Recently asked / exam angle

  • Mechanism of nitrate action: "increases cGMP" — pick the soluble guanylyl cyclase / NO–cGMP pathway. Distinguish from PDE-5 inhibitors (prevent cGMP breakdown) — the basis of the lethal interaction.
  • Nitrate tolerance prevention = daily nitrate-free interval (8–12 h) / eccentric dosing — a perennial favourite.
  • Drug of choice in Prinzmetal angina = CCB, and beta-blockers contraindicated there.
  • Ivabradine → phosphenes and SA-node Iƒ inhibition; ranolazine → late INa and QT prolongation; nicorandil → K-ATP opener + ulcers; trimetazidine → fatty-acid oxidation inhibitor (parkinsonism) — single-best-answer mechanism matches.
  • Verapamil + beta-blocker combination causing heart block.
  • ISMN having highest oral bioavailability among nitrates (no first-pass).
  • Bioactivation enzyme of nitroglycerin = ALDH-2 (mitochondrial aldehyde dehydrogenase).
  • Which antianginal does not reduce mortality (answer: nitrates).
  • Monday disease in nitrate-industry workers.

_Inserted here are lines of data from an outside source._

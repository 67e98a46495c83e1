import { createHash } from 'node:crypto';
import { mkdtemp, readdir, rm, utimes, writeFile } from 'node:fs/promises';
import { tmpdir } from 'node:os';
import { join } from 'node:path';
import { Readable } from 'node:stream';
import { LocalFolderLogStorage } from './local-folder-log-storage.js';

const key = {
  vesselId: '018f3a70-0000-7000-8000-000000000001',
  loadLogId: '018f3a70-0000-7000-8000-0000000000aa',
};

describe('LocalFolderLogStorage', () => {
  let root: string;
  let storage: LocalFolderLogStorage;

  beforeEach(async () => {
    root = await mkdtemp(join(tmpdir(), 'stayledger-storage-'));
    storage = new LocalFolderLogStorage(root);
  });
  afterEach(() => rm(root, { recursive: true, force: true }));

  it('grows a file piece by piece and completes it with its hash', async () => {
    await storage.begin(key);
    expect(await storage.received(key)).toEqual({ bytes: 0, complete: false });
    expect(await storage.append(key, 0, Readable.from([Buffer.from('time,kN\n')]))).toBe(8);
    expect(await storage.append(key, 8, Readable.from([Buffer.from('0,1\n')]))).toBe(12);

    const stored = await storage.complete(key);
    const expected = createHash('sha256').update('time,kN\n0,1\n').digest('hex');
    expect(stored).toEqual({ sizeBytes: 12, sha256: expected });
    expect(await readdir(join(root, key.vesselId))).toEqual([key.loadLogId]);
    expect(await storage.received(key)).toEqual({ bytes: 12, complete: true });
  });

  it('keeps what arrived before the source broke off', async () => {
    await storage.begin(key);
    async function* broken() {
      yield Buffer.from('12345');
      // A turn of the event loop lets the write reach the file, as the network would.
      await new Promise((resolve) => setTimeout(resolve, 20));
      throw new Error('connection lost');
    }
    await expect(storage.append(key, 0, Readable.from(broken()))).rejects.toThrow('connection lost');
    expect(await storage.received(key)).toEqual({ bytes: 5, complete: false });
    expect(await storage.append(key, 5, Readable.from([Buffer.from('678')]))).toBe(8);
  });

  it('answers the same when a file is begun or completed twice', async () => {
    await storage.begin(key);
    await storage.append(key, 0, Readable.from([Buffer.from('abc')]));
    await storage.begin(key);
    expect((await storage.received(key))?.bytes).toBe(3);
    const once = await storage.complete(key);
    expect(await storage.complete(key)).toEqual(once);
    await storage.begin(key);
    expect(await readdir(join(root, key.vesselId))).toEqual([key.loadLogId]);
  });

  it('completes a file that two complete at the same moment', async () => {
    await storage.begin(key);
    await storage.append(key, 0, Readable.from([Buffer.from('abc')]));
    const both = await Promise.all(Array.from({ length: 8 }, () => storage.complete(key)));
    // SHA-256 of "abc" as in FIPS 180-2, appendix B.1.
    const sha256 = 'ba7816bf8f01cfea414140de5dae2223b00361a396177a9cb410ff61f20015ad';
    expect(both).toEqual(Array.from({ length: 8 }, () => ({ sizeBytes: 3, sha256 })));
  });

  it('removes what is on its way without touching a complete file', async () => {
    await storage.begin(key);
    await storage.append(key, 0, Readable.from([Buffer.from('abc')]));
    await storage.complete(key);
    await writeFile(join(root, key.vesselId, `${key.loadLogId}.part`), 'stale');
    await storage.discardHalf(key);
    expect(await readdir(join(root, key.vesselId))).toEqual([key.loadLogId]);
  });

  it('lets nothing but ids into a path', async () => {
    for (const loadLogId of ['../x', 'a/b', '', '..', `${key.loadLogId}/../x`, `${key.loadLogId}\u0000`]) {
      await expect(storage.begin({ ...key, loadLogId })).rejects.toThrow('Not an id');
    }
    await expect(storage.received({ ...key, vesselId: '..' })).rejects.toThrow('Not an id');
  });

  it('lists half-received files by the age of their last byte, and complete ones apart', async () => {
    await storage.begin(key);
    const young = { ...key, loadLogId: '018f3a70-0000-7000-8000-0000000000bb' };
    await storage.begin(young);
    const done = { ...key, loadLogId: '018f3a70-0000-7000-8000-0000000000cc' };
    await storage.begin(done);
    await storage.complete(done);
    await writeFile(join(root, 'stray.txt'), 'not ours');
    const hourS = 3600;
    const twoHoursAgoS = 1_800_000_000 - 2 * hourS;
    await utimes(join(root, key.vesselId, `${key.loadLogId}.part`), twoHoursAgoS, twoHoursAgoS);
    await utimes(join(root, young.vesselId, `${young.loadLogId}.part`), 1_800_000_000, 1_800_000_000);

    expect(await storage.halfReceivedBefore((1_800_000_000 - hourS) * 1000)).toEqual([key]);
    expect(await storage.completedSince(0)).toEqual([done]);
    expect(await storage.completedSince(Date.now() + hourS * 1000)).toEqual([]);

    await storage.discard(key);
    expect(await storage.received(key)).toBeNull();
  });

  it('knows how much room is left', async () => {
    expect(await storage.freeBytes()).toBeGreaterThan(1_000_000);
  });
});
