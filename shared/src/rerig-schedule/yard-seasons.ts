import { addMonths, dayNumber } from '../fatigue/life/days.js';
import { VISIT_KINDS } from './plan-input.js';
import type { YardSeason } from './plan-windows.js';
import type { YearlySeason } from './yard-terms.js';

/** A season of one year, with what a person calls it: "Spring 2028". */
export interface NamedSeason extends YardSeason {
  label: string;
}

/**
 * The yearly seasons of a yard from one day to another, in order of their beginning. A season that has begun counts from
 * the day asked for; one that ends after the last day is left out.
 *
 * @throws RangeError for days that are not calendar days
 */
export function yardSeasons(
  seasons: readonly YearlySeason[],
  fromOn: string,
  untilOn: string,
): NamedSeason[] {
  dayNumber(fromOn);
  dayNumber(untilOn);
  const [first, last] = [Number(fromOn.slice(0, 4)) - 1, Number(untilOn.slice(0, 4))];
  const named: NamedSeason[] = [];
  for (let year = first; year <= last; year++) {
    for (const { id, name, fromDay, untilDay } of seasons) {
      const wraps = untilDay < fromDay;
      const opensOn = dayOfYear(year, fromDay);
      const closesOn = dayOfYear(wraps ? year + 1 : year, untilDay);
      if (closesOn < fromOn || closesOn > untilOn) continue;
      named.push({
        id: `${year}-${id}`,
        label: wraps ? `${name} ${year}/${String((year + 1) % 100).padStart(2, '0')}` : `${name} ${year}`,
        fromOn: opensOn < fromOn ? fromOn : opensOn,
        untilOn: closesOn,
        kinds: VISIT_KINDS,
      });
    }
  }
  return named.sort((one, other) => (one.fromOn < other.fromOn ? -1 : one.fromOn > other.fromOn ? 1 : 0));
}

/** 29 February is the 28th where the year has none. */
function dayOfYear(year: number, day: string): string {
  const whole = `${year}-${day}`;
  if (day !== '02-29') {
    dayNumber(whole);
    return whole;
  }
  return addMonths(`${year}-01-29`, 1);
}
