import { describe, expect, it } from 'vitest';
import { groupParts } from './group-parts.js';
import type { PlanPart } from './group-parts.js';

function part(id: string, change: Partial<PlanPart> = {}): PlanPart {
  return {
    id,
    name: id,
    groupName: 'cap shrouds',
    standing: 'dated',
    replaceByOn: '2030-05-01',
    confirmByOn: null,
    replacement: {
      againAfterDays: 3652,
      terms: { aloft: { costMinor: 40_000, hours: 6 }, 'mast-out-afloat': { costMinor: 35_000, hours: 4 } },
      leadDays: 42,
    },
    inspection: null,
    ...change,
  };
}
const noRules = { together: [], takesAlong: [] };

describe('parts as tasks', () => {
  it('puts identical parts together and adds up what they take', () => {
    const { tasks, problems } = groupParts([part('port'), part('starboard')], noRules);
    expect(problems).toEqual([]);
    expect(tasks).toHaveLength(1);
    expect(tasks[0]).toMatchObject({
      name: 'cap shrouds',
      partIds: ['port', 'starboard'],
      dueOn: '2030-05-01',
      terms: { aloft: { costMinor: 80_000, hours: 12 }, 'mast-out-afloat': { costMinor: 70_000, hours: 8 } },
    });
  });

  it('leaves parts of different dates apart unless a rule binds them', () => {
    const parts = [part('port'), part('starboard', { replaceByOn: '2029-05-01' })];
    expect(groupParts(parts, noRules).tasks).toHaveLength(2);
    const bound = groupParts(parts, { ...noRules, together: [['port', 'starboard']] }).tasks;
    expect(bound.map(({ dueOn, partIds }) => [dueOn, partIds])).toEqual([
      ['2029-05-01', ['port', 'starboard']],
    ]);
  });

  it('binds through a third part, with the shortest life, longest lead time and common kinds', () => {
    const rod = part('rod', {
      replacement: {
        againAfterDays: 3000,
        terms: { 'mast-out-afloat': { costMinor: 1, hours: 1 } },
        leadDays: 84,
      },
    });
    const [task] = groupParts([part('a'), part('b'), rod], {
      ...noRules,
      together: [
        ['a', 'rod'],
        ['rod', 'b'],
      ],
    }).tasks;
    expect(task).toMatchObject({ againAfterDays: 3000, leadDays: 84 });
    expect(task.terms).toEqual({ 'mast-out-afloat': { costMinor: 70_001, hours: 9 } });
  });

  it('plans provisional and suspended parts as inspections', () => {
    const look = { againAfterDays: 730, terms: { aloft: { costMinor: 9_000, hours: 2 } }, leadDays: 0 };
    const { tasks, problems } = groupParts(
      [
        part('port', {
          standing: 'provisional',
          confirmByOn: '2028-04-01',
          inspection: { ...look, dueOn: '2029-01-01' },
        }),
        part('starboard', { standing: 'suspended', confirmByOn: '2028-04-01' }),
      ],
      noRules,
    );
    expect(tasks.map(({ action, ground, dueOn }) => [action, ground, dueOn])).toEqual([
      ['inspect', 'provisional-date', '2028-04-01'],
    ]);
    expect(problems).toEqual([expect.stringContaining('starboard: its date is suspended')]);
  });

  it('lets a new part count as an inspected one, and wire take its terminals along', () => {
    const look = { againAfterDays: 730, terms: { aloft: { costMinor: 9_000, hours: 2 } }, leadDays: 0 };
    const parts = [
      part('wire', { inspection: { ...look, dueOn: '2029-01-01' } }),
      part('terminal', { groupName: 'terminals', replaceByOn: '2034-01-01' }),
    ];
    const { tasks } = groupParts(parts, {
      ...noRules,
      takesAlong: [{ partId: 'wire', alongIds: ['terminal'] }],
    });
    const byId = Object.fromEntries(tasks.map((task) => [task.id, task]));
    expect(byId['inspect:wire'].alsoDoneBy).toEqual(['replace:wire']);
    expect(byId['replace:wire'].needs).toEqual(['replace:terminal']);
    expect(byId['replace:terminal'].needs).toEqual([]);
  });

  it('says so where no kind of visit allows what has to be done together', () => {
    const aloftOnly = part('a', {
      replacement: { againAfterDays: null, terms: { aloft: { costMinor: 1, hours: 1 } }, leadDays: 0 },
    });
    const outOnly = part('b', {
      replacement: {
        againAfterDays: null,
        terms: { 'mast-out-afloat': { costMinor: 1, hours: 1 } },
        leadDays: 0,
      },
    });
    const { problems } = groupParts([aloftOnly, outOnly], { ...noRules, together: [['a', 'b']] });
    expect(problems).toEqual([expect.stringContaining('no kind of visit allows all')]);
  });
});
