import fc from 'fast-check';
import { describe, expect, it } from 'vitest';
import { normalCdf, normalQuantile } from './normal.js';

describe('normal distribution', () => {
  // Independent reference: mpmath 1.3.0, ncdf at 40 digits. Phi(2) = 0.97725 is also the survival of a design curve.
  it.each([
    [-8, 6.2209605742717841e-16],
    [-3, 0.0013498980316300945],
    [-1, 0.15865525393145705],
    [-0.1, 0.46017216272297102],
    [0.5, 0.6914624612740131],
    [2, 0.97724986805182079],
    [6, 0.99999999901341235],
  ])('Phi(%s)', (x, expected) => {
    expect(Math.abs(normalCdf(x) / expected - 1)).toBeLessThan(5e-13);
  });

  // Independent reference: mpmath 1.3.0, sqrt(2) * erfinv(2p - 1) at 40 digits.
  it.each([
    [1e-12, -7.0344838253011319],
    [1e-4, -3.7190164854556806],
    [0.01, -2.3263478740408411],
    [0.3, -0.52440051270804078],
    [0.5, 0],
    [0.975, 1.9599639845400542],
  ])('quantile of %s', (p, expected) => {
    expect(normalQuantile(p)).toBeCloseTo(expected, 12);
  });

  it('goes there and back', () => {
    fc.assert(
      fc.property(fc.double({ min: 1e-300, max: 0.5, noNaN: true }), (p) => {
        expect(Math.abs(normalCdf(normalQuantile(p)) / p - 1)).toBeLessThan(1e-9);
      }),
    );
  });

  it('keeps its ends', () => {
    expect(normalQuantile(0)).toBe(-Infinity);
    expect(normalQuantile(1)).toBe(Infinity);
    expect(normalCdf(-Infinity)).toBe(0);
    expect(normalCdf(Infinity)).toBe(1);
    expect(normalCdf(NaN)).toBeNaN();
    expect(() => normalQuantile(1.1)).toThrow(RangeError);
    expect(() => normalQuantile(NaN)).toThrow(RangeError);
  });
});
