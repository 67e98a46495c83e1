import { dayNumber, dayOfNumber } from '../fatigue/life/days.js';
import { NO_DECISIONS, VISIT_KINDS } from './plan-input.js';
import type { PlanDecisions, PlanInput, PlanTask, PlanWindow, VisitKind } from './plan-input.js';

/** A small generator of even chance from 0 to 1 (mulberry32; from memory), for invented cases. */
export function smallRandom(seed: number): () => number {
  let state = seed >>> 0;
  return () => {
    state = (state + 0x6d2b79f5) >>> 0;
    let mixed = Math.imul(state ^ (state >>> 15), state | 1);
    mixed ^= mixed + Math.imul(mixed ^ (mixed >>> 7), mixed | 61);
    return ((mixed ^ (mixed >>> 14)) >>> 0) / 4_294_967_296;
  };
}

/**
 * An invented case small enough to be solved by trying everything: up to 8 windows and 5 tasks, unevenly spaced, some
 * overdue, some that hardly any window allows.
 *
 * @param random the only source of chance
 * @param size most windows and tasks, whether tasks may ask for one another, and whether something is settled by hand
 */
export function smallPlan(
  random: () => number,
  size: { windows: number; tasks: number; coupled: boolean; settled?: boolean },
): PlanInput {
  const whole = (least: number, most: number): number => least + Math.floor(random() * (most - least + 1));
  const asOf = dayNumber('2027-03-01');
  const someKinds = (share: number): VisitKind[] => VISIT_KINDS.filter(() => random() < share);
  let day = asOf + whole(-40, 120);
  const windows = Array.from({ length: whole(1, size.windows) }, (_, at): PlanWindow => {
    const opensOn = dayOfNumber(day);
    const closesOn = dayOfNumber(day + whole(10, 90));
    day += whole(100, 300);
    return { id: `w${at}`, opensOn, closesOn, kinds: someKinds(0.6) };
  });
  const taskCount = whole(1, size.tasks);
  const tasks = Array.from({ length: taskCount }, (_, at): PlanTask => {
    const kinds = someKinds(0.65);
    const others = Array.from({ length: taskCount }, (_, other) => other).filter((other) => other !== at);
    const some = (share: number): string[] =>
      size.coupled ? others.filter(() => random() < share).map((other) => `t${other}`) : [];
    return {
      id: `t${at}`,
      name: `task ${at}`,
      partIds: [`p${at}`],
      action: 'replace',
      ground: 'replace-by',
      dueOn: random() < 0.08 ? null : dayOfNumber(asOf + whole(-60, 1200)),
      againAfterDays: random() < 0.15 ? null : whole(200, 1500),
      terms: Object.fromEntries(
        kinds.map((kind) => [kind, { costMinor: whole(0, 90) * 1000, hours: whole(1, 20) }]),
      ),
      leadDays: random() < 0.5 ? 0 : whole(1, 60),
      alsoDoneBy: some(0.25),
      needs: some(0.2),
    };
  });
  return {
    asOfOn: dayOfNumber(asOf),
    horizonEndOn: dayOfNumber(asOf + whole(900, 1900)),
    currency: 'EUR',
    visitTerms: {
      aloft: { costMinor: whole(1, 60) * 1000, hours: 3 },
      'mast-out-afloat': { costMinor: whole(60, 200) * 1000, hours: 12 },
      'mast-out-ashore': { costMinor: whole(80, 260) * 1000, hours: 16 },
    },
    contingencyShare: 0.2,
    orderMarginDays: 14,
    windows,
    tasks,
    decisions: size.settled === true ? someDecisions(random, windows, tasks) : NO_DECISIONS,
  };
}

function someDecisions(
  random: () => number,
  windows: readonly PlanWindow[],
  tasks: readonly PlanTask[],
): PlanDecisions {
  const some = (share: number): PlanWindow[] => windows.filter(() => random() < share);
  return {
    locked: some(0.2).map(({ id }) => ({ windowId: id, kind: VISIT_KINDS[Math.floor(3 * random())] })),
    barred: some(0.2).map(({ id }) =>
      random() < 0.5 ? { windowId: id } : { windowId: id, kind: VISIT_KINDS[Math.floor(3 * random())] },
    ),
    pinned: [],
    kept: tasks.flatMap(({ id }) => some(0.15).map((window) => ({ taskId: id, windowId: window.id }))),
  };
}
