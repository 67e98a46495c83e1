import { dropIdleWork } from './drop-idle-work.js';
import type { MixedIntegerProgram, ProgramSolver, SolveLimits } from './mixed-integer-program.js';
import type { VesselChoice } from './read-plan.js';
import type { VesselModel } from './vessel-model.js';
import { vesselProgram } from './vessel-program.js';
import type { ProgramSettings, VesselProgram } from './vessel-program.js';

/** A solved program of one vessel. */
export interface VesselSolution {
  choice: VesselChoice;
  /** In the unit of the measure minimised; for cost in hundreds of minor units, prices included. */
  objective: number;
  bound: number;
  ended: 'proven' | 'time-limit';
  built: VesselProgram;
}

const WHOLE_TOLERANCE = 1e-6;

/**
 * Builds and solves the program of one vessel.
 *
 * @returns null where no choice satisfies the program
 * @throws Error where the solver fails or finds nothing within its time
 */
export function solveVessel(
  model: VesselModel,
  settings: ProgramSettings,
  solver: ProgramSolver,
  limits: SolveLimits,
): VesselSolution | null {
  const built = vesselProgram(model, settings);
  if (built.program.costs.length === 0) return unlessRowsFail(built);
  const solved = solver.solve(built.program, limits);
  if (solved.status === 'infeasible') return null;
  if (solved.values === null) {
    throw new Error(`The solver found no plan within ${limits.timeLimitS} s.`);
  }
  const values = isWhole(built, solved.values)
    ? solved.values
    : settled(built, solved.values, solver, limits);
  return {
    choice: dropIdleWork(model, choiceOf(built, values)),
    objective: solved.objective,
    bound: solved.bound,
    ended: solved.status === 'solved' ? 'proven' : 'time-limit',
    built,
  };
}

/** A program without columns holds only where each of its rows admits zero. */
function unlessRowsFail(built: VesselProgram): VesselSolution | null {
  const { rowLowers, rowUppers } = built.program;
  if (rowLowers.some((lower, row) => lower > 0 || rowUppers[row] < 0)) return null;
  return { choice: { visits: [], works: [] }, objective: 0, bound: 0, ended: 'proven', built };
}

function isWhole(built: VesselProgram, values: Float64Array): boolean {
  return built.works.every(
    ({ column }) => Math.abs(values[column] - Math.round(values[column])) < WHOLE_TOLERANCE,
  );
}

/** Splits between equally cheap windows are settled by solving once more with the visits fixed and whole work. */
function settled(
  built: VesselProgram,
  values: Float64Array,
  solver: ProgramSolver,
  limits: SolveLimits,
): Float64Array {
  const { lowers, uppers, whole } = built.program;
  const program: MixedIntegerProgram = {
    ...built.program,
    lowers: lowers.slice(),
    uppers: uppers.slice(),
    whole: whole.slice(),
  };
  for (const { column } of built.visits) {
    program.lowers[column] = Math.round(values[column]);
    program.uppers[column] = Math.round(values[column]);
  }
  for (const { column } of built.works) program.whole[column] = 1;
  const solved = solver.solve(program, { timeLimitS: limits.timeLimitS, relativeGap: 0 });
  if (solved.values === null) throw new Error('The visits found allow no whole plan.');
  return solved.values;
}

function choiceOf(built: VesselProgram, values: Float64Array): VesselChoice {
  return {
    visits: built.visits
      .filter(({ column }) => values[column] > 0.5)
      .map(({ window, kind }) => ({ window, kind })),
    works: built.works
      .filter(({ column }) => values[column] > 0.5)
      .map(({ taskIndex, window, kind }) => ({ taskIndex, window, kind })),
  };
}
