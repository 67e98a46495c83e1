import { addMonths, dayNumber, DAYS_PER_YEAR } from '../fatigue/life/days.js';
import { positionKind, positionLabel } from '../rig/positions.js';
import type { Side } from '../rig/positions.js';
import { groupParts } from './group-parts.js';
import type { PartWork, PlanPart } from './group-parts.js';
import type { PlanDecisions, PlanInput, PlanTask, VisitKind, WorkTerms } from './plan-input.js';
import { planWindows } from './plan-windows.js';
import type { DaySpan } from './plan-windows.js';
import { yardSeasons } from './yard-seasons.js';
import type { YardTerms } from './yard-terms.js';

/** A fitted part of the register with the date that stands for it. */
export interface RegisterPart {
  partId: string;
  /** Kind of its position, as in shared/rig/positions. */
  kind: string;
  side: Side;
  mast: string;
  label: string;
  kindOfWire: 'strand' | 'rod' | 'fibre';
  diameterMm: number;
  /** Null: not known. */
  lengthM: number | null;
  /** Null: not known. */
  fittedOn: string | null;
  /** Null: no date stands for it. */
  replaceByOn: string | null;
}

/** What the plan of one vessel is made from. */
export interface PlanBasis {
  asOfOn: string;
  horizonYears: number;
  currency: string;
  terms: YardTerms;
  parts: readonly RegisterPart[];
  /** When the vessel cannot come: charter, passage, lay-up elsewhere. */
  absences: readonly DaySpan[];
  /** Ids of seasons in which the yard has no room left. */
  fullSeasonIds: readonly string[];
  decisions: PlanDecisions;
}

/** The input of a plan, what windows are called, and what a person should know about how it was come by. */
export interface VesselPlanInput {
  input: PlanInput;
  windowLabels: { id: string; label: string }[];
  /** One sentence each. */
  notes: string[];
}

/** Length taken where nobody measured a part, m. An engineering choice without a source. */
export const ASSUMED_LENGTH_M = 12;
/** Years until the part that follows is due where the life of this one is not known. An engineering choice. */
export const ASSUMED_LIFE_YEARS = 10;
/** Working with the mast up takes so many times as long. An engineering choice without a source. */
export const ALOFT_TIME_FACTOR = 1.5;
/** The task that looks over the whole rig. */
export const RIG_INSPECTION_ID = 'inspect:rig';

const LEAST_LIFE_DAYS = 365;

/**
 * The register, the firm's terms and the yard's calendar as the input of a plan. Port and starboard of a pair go together;
 * running rigging is left out; a part without a date is left out and named by the plan.
 *
 * @throws RangeError for days that are not calendar days and for spans that end before they begin
 */
export function vesselPlanInput(basis: PlanBasis): VesselPlanInput {
  const { asOfOn, terms } = basis;
  const horizonEndOn = addMonths(asOfOn, 12 * basis.horizonYears);
  const seasons = yardSeasons(terms.seasons, asOfOn, horizonEndOn);
  const open = seasons.filter(({ id }) => !basis.fullSeasonIds.includes(id));
  const { windows, lostSeasonIds } = planWindows(open, terms.closures, basis.absences);
  const labelOf = new Map(seasons.map(({ id, label }) => [id, label]));

  const standing = basis.parts.filter(({ kind }) => positionKind(kind)?.standing !== false);
  const grouped = groupParts(
    standing.map((part) => planPartOf(part, terms)),
    { together: pairsOf(standing), takesAlong: [] },
  );
  const decisions = decisionsAbout(basis.decisions, new Set(windows.map(({ id }) => id)));
  const inspection = inspectionTask(standing, terms, asOfOn);
  return {
    input: {
      asOfOn,
      horizonEndOn,
      currency: basis.currency,
      visitTerms: terms.visits,
      contingencyShare: terms.contingencyShare,
      orderMarginDays: terms.orderMarginDays,
      windows,
      tasks: inspection === null ? grouped.tasks : [...grouped.tasks, inspection],
      decisions,
    },
    windowLabels: windows.map(({ id }) => ({ id, label: labelOf.get(id)! })),
    notes: [
      ...grouped.problems,
      ...lengthNote(standing),
      ...namedSeasons('The yard has no room left in', basis.fullSeasonIds, labelOf),
      ...namedSeasons('Closures and absences leave no window in', lostSeasonIds, labelOf),
    ],
  };
}

function planPartOf(part: RegisterPart, terms: YardTerms): PlanPart {
  const name = positionLabel(part.kind, 'centre', part.mast);
  return {
    id: part.partId,
    name: part.label,
    groupName: part.side === 'centre' ? part.label : `${name}, both sides`,
    standing: 'dated',
    replaceByOn: part.replaceByOn,
    confirmByOn: null,
    replacement: replacementOf(part, terms),
    inspection: null,
  };
}

function replacementOf(part: RegisterPart, { replacements }: YardTerms): PartWork {
  const price = replacements[part.kindOfWire];
  const metres = part.lengthM ?? ASSUMED_LENGTH_M;
  const costMinor = Math.round(price.perPartMinor + price.perMetreMillimetreMinor * metres * part.diameterMm);
  const mastOut: WorkTerms = { costMinor, hours: price.hours };
  const work: Partial<Record<VisitKind, WorkTerms>> = {
    'mast-out-afloat': mastOut,
    'mast-out-ashore': mastOut,
  };
  if (price.aloft) work.aloft = { costMinor, hours: price.hours * ALOFT_TIME_FACTOR };
  return { againAfterDays: lifeDaysOf(part), terms: work, leadDays: price.leadDays };
}

/** The part that follows is taken to last as long as this one from fitting to its date. */
function lifeDaysOf({ fittedOn, replaceByOn }: RegisterPart): number {
  if (fittedOn === null || replaceByOn === null) return Math.round(ASSUMED_LIFE_YEARS * DAYS_PER_YEAR);
  return Math.max(LEAST_LIFE_DAYS, dayNumber(replaceByOn) - dayNumber(fittedOn));
}

/** Parts of one kind on one mast: port with starboard. */
function pairsOf(parts: readonly RegisterPart[]): string[][] {
  const pairs = new Map<string, string[]>();
  for (const { partId, kind, mast, side } of parts) {
    if (side === 'centre') continue;
    const key = JSON.stringify([mast, kind]);
    pairs.set(key, [...(pairs.get(key) ?? []), partId]);
  }
  return [...pairs.values()].filter((ids) => ids.length > 1);
}

function inspectionTask(parts: readonly RegisterPart[], terms: YardTerms, asOfOn: string): PlanTask | null {
  if (terms.inspectionEveryMonths === 0 || parts.length === 0) return null;
  const { costMinor, hours } = terms.inspection;
  return {
    id: RIG_INSPECTION_ID,
    name: 'Inspection of the whole rig',
    partIds: parts.map(({ partId }) => partId),
    action: 'inspect',
    ground: 'inspection-interval',
    dueOn: addMonths(asOfOn, terms.inspectionEveryMonths),
    againAfterDays: Math.round((terms.inspectionEveryMonths / 12) * DAYS_PER_YEAR),
    terms: {
      aloft: { costMinor, hours },
      'mast-out-afloat': { costMinor, hours },
      'mast-out-ashore': { costMinor, hours },
    },
    leadDays: 0,
    alsoDoneBy: [],
    needs: [],
  };
}

/** Decisions about windows that have passed, or are no more, settle nothing. */
function decisionsAbout(decisions: PlanDecisions, windowIds: ReadonlySet<string>): PlanDecisions {
  const isThere = ({ windowId }: { windowId: string }): boolean => windowIds.has(windowId);
  return {
    locked: decisions.locked.filter(isThere),
    barred: decisions.barred.filter(isThere),
    pinned: decisions.pinned.filter(isThere),
    kept: decisions.kept.filter(isThere),
  };
}

function lengthNote(parts: readonly RegisterPart[]): string[] {
  const count = parts.filter(({ lengthM }) => lengthM === null).length;
  if (count === 0) return [];
  const words = count === 1 ? 'One part has no length' : `${count} parts have no length`;
  return [`${words} in the register: ${ASSUMED_LENGTH_M} m is taken for its price. Estimate, not measured.`];
}

function namedSeasons(words: string, ids: readonly string[], labels: ReadonlyMap<string, string>): string[] {
  const names = ids.flatMap((id) => labels.get(id) ?? []);
  return names.length === 0 ? [] : [`${words} ${names.join(', ')}.`];
}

Mnemonic for vasospastic angina management — "Spasm needs Calcium blocked": in spasm, give a CCB, avoid Beta-blockers (B for Bad in vasoSpasm). Mnemonic for nitrate effects — "VeNodilation reduces preload" (Nitrates → Veins → preload). Mnemonic for mortality-benefit drugs — "ABCD".


Rapid revision

  1. Antianginals work by ↓ demand (HR, contractility, wall tension) or ↑ supply (coronary dilation, relieving spasm).
  2. LV coronary perfusion is diastolic — slowing the heart helps angina.
  3. Nitrates → release NO → ↑ cGMP → mainly venodilation → ↓ preload.
  4. ISMN has the highest oral bioavailability (no first-pass); GTN bioactivated by ALDH-2.
  5. Prevent nitrate tolerance with a daily 8–12 h nitrate-free interval.
  6. Nitrates + PDE-5 inhibitors = contraindicated (fatal hypotension).
  7. Beta-blockers = first-line stable angina; contraindicated in Prinzmetal; taper to avoid rebound.
  8. CCBs = drug of choice in vasospastic (Prinzmetal) angina; avoid short-acting nifedipine in ACS.
  9. Verapamil + beta-blocker → severe bradycardia/heart block; verapamil raises digoxin and is most constipating.
  10. Ivabradine = SA-node Iƒ blocker → pure HR reduction, causes phosphenes.
  11. Ranolazine = late-INa inhibitor, prolongs QT; nicorandil = K-ATP opener causing mouth/anal ulcers; trimetazidine inhibits fatty-acid oxidation.
  12. Mortality benefit in CAD: antiplatelets, statins, beta-blockers, ACE inhibitors — nitrates are symptomatic only.